__YOUR TASK__. Your job is to set down the stretch of entries that opens with the line containing "version = _source_schema(archive.con, damaged)" and closes with the line containing "broken.setdefault(item.table, []).append(item.column)". Keep both end lines, copy each exactly, and add nothing.

__TASK MATERIAL__.
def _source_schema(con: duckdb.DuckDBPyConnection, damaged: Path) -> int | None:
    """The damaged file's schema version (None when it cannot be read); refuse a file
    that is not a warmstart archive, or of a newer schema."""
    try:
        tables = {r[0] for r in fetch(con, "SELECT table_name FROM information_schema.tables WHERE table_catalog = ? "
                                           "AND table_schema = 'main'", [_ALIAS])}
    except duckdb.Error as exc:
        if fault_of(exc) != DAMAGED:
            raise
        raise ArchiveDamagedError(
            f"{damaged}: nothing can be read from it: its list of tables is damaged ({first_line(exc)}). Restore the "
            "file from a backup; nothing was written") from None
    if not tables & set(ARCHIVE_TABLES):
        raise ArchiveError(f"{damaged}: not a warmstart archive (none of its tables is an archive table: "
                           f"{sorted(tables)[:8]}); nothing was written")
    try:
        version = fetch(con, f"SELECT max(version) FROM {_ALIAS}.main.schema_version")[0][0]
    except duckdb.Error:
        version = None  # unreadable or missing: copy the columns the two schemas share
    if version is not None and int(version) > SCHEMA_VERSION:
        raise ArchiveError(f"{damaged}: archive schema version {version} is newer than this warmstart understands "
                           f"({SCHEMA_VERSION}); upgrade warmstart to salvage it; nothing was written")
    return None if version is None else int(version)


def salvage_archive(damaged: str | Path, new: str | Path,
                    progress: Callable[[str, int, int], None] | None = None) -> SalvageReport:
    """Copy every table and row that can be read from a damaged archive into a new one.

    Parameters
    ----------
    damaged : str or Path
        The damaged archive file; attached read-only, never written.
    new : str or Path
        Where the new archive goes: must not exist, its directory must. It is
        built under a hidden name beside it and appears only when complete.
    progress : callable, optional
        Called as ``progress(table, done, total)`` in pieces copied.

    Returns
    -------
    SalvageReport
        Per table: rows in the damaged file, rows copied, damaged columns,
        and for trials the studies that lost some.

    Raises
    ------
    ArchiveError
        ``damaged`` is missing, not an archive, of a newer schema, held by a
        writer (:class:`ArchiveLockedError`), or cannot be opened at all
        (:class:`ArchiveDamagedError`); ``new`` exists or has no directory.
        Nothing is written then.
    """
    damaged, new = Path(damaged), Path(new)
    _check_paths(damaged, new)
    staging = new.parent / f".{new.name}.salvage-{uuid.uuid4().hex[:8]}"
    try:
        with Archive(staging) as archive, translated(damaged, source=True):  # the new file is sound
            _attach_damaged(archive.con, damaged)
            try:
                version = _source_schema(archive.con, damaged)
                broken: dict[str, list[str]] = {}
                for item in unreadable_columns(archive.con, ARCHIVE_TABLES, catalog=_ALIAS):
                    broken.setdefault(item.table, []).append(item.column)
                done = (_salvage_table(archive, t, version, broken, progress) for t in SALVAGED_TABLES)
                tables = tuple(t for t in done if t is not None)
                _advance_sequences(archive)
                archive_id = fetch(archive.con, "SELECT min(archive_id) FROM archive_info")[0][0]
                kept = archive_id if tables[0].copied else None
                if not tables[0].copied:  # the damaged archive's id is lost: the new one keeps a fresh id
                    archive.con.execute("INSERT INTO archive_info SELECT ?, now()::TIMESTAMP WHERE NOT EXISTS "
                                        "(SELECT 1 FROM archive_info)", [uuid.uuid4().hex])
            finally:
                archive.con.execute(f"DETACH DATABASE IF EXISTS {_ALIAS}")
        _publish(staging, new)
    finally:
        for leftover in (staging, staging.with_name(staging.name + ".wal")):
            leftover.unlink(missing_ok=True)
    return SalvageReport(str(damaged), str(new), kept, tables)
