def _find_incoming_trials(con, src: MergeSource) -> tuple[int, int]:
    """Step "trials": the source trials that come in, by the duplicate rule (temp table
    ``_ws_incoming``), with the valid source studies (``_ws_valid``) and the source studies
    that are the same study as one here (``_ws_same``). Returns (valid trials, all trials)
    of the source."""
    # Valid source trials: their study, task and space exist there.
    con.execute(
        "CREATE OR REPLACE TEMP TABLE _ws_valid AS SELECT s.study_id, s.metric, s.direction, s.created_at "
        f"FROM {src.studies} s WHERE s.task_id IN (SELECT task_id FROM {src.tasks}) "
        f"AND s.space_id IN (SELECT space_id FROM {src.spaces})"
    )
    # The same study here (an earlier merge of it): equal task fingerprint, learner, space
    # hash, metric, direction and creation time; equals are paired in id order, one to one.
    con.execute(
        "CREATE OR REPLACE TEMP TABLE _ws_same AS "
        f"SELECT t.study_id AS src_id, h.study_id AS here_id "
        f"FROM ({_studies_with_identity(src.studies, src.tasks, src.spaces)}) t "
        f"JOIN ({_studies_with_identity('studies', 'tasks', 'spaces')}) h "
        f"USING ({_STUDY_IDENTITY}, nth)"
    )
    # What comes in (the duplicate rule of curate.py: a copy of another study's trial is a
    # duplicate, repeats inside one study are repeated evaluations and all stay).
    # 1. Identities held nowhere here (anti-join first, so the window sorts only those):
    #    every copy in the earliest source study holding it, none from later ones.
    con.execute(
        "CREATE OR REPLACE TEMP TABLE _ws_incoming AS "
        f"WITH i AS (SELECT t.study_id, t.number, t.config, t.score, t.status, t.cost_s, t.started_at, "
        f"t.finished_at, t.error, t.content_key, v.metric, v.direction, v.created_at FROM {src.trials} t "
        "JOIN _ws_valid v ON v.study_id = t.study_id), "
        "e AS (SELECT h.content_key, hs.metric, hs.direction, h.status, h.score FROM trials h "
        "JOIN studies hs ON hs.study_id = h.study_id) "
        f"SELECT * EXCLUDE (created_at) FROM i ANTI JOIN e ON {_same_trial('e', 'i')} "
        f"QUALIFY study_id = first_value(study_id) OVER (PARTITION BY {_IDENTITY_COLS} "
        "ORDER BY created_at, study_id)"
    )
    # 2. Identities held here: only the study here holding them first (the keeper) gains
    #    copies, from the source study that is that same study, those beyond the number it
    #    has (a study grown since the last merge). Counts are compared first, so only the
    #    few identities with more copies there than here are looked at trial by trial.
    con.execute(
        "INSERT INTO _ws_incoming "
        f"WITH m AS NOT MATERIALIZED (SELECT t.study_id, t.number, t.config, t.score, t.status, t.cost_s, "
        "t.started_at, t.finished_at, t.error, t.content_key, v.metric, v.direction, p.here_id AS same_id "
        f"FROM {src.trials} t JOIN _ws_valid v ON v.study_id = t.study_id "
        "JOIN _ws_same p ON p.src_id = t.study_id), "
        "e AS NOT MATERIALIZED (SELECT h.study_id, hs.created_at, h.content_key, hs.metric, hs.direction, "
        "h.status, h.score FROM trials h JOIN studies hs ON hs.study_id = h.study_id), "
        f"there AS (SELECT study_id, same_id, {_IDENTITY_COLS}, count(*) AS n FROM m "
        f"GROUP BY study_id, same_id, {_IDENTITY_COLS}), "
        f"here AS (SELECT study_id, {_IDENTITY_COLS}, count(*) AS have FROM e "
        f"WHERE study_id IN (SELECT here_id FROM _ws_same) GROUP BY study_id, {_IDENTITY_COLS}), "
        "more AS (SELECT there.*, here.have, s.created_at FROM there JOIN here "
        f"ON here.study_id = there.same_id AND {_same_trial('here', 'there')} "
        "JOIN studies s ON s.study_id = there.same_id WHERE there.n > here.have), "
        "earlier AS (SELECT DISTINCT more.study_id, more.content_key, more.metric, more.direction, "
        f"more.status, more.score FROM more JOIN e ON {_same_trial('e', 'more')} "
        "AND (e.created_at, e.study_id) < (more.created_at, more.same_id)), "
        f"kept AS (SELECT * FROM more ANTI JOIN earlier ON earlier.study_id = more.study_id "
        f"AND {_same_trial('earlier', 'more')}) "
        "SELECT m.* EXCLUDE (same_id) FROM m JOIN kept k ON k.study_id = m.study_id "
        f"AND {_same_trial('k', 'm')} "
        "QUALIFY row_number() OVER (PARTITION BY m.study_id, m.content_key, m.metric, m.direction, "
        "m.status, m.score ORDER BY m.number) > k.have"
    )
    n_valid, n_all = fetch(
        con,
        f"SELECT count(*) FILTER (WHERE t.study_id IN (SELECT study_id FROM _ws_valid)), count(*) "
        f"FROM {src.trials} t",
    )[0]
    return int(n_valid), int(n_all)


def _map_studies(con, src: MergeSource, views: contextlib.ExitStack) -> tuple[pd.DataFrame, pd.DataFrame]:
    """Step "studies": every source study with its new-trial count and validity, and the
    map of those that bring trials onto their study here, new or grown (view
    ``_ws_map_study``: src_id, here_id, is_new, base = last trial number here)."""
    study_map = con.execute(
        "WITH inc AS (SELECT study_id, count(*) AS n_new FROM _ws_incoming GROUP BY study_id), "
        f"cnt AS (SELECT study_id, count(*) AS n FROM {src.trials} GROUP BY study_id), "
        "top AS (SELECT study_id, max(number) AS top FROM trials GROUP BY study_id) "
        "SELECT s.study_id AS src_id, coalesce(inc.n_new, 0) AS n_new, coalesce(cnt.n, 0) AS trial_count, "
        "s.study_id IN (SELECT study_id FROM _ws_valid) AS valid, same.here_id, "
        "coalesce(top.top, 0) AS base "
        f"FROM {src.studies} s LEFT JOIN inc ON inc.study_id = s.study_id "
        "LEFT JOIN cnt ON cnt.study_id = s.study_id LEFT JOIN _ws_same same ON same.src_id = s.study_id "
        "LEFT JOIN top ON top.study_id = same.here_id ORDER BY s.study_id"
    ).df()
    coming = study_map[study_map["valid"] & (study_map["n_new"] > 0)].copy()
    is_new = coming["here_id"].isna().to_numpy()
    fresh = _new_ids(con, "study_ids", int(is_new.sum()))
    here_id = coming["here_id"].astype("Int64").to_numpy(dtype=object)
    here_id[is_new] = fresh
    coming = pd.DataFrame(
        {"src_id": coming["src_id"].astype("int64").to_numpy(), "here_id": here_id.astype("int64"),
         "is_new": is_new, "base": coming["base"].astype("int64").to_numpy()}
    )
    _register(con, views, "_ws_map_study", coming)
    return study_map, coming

__WRITTEN RESPONSE__.
                version = _source_schema(archive.con, damaged)
                broken: dict[str, list[str]] = {}
                for item in unreadable_columns(archive.con, ARCHIVE_TABLES, catalog=_ALIAS):
                    broken.setdefault(item.table, []).append(item.column)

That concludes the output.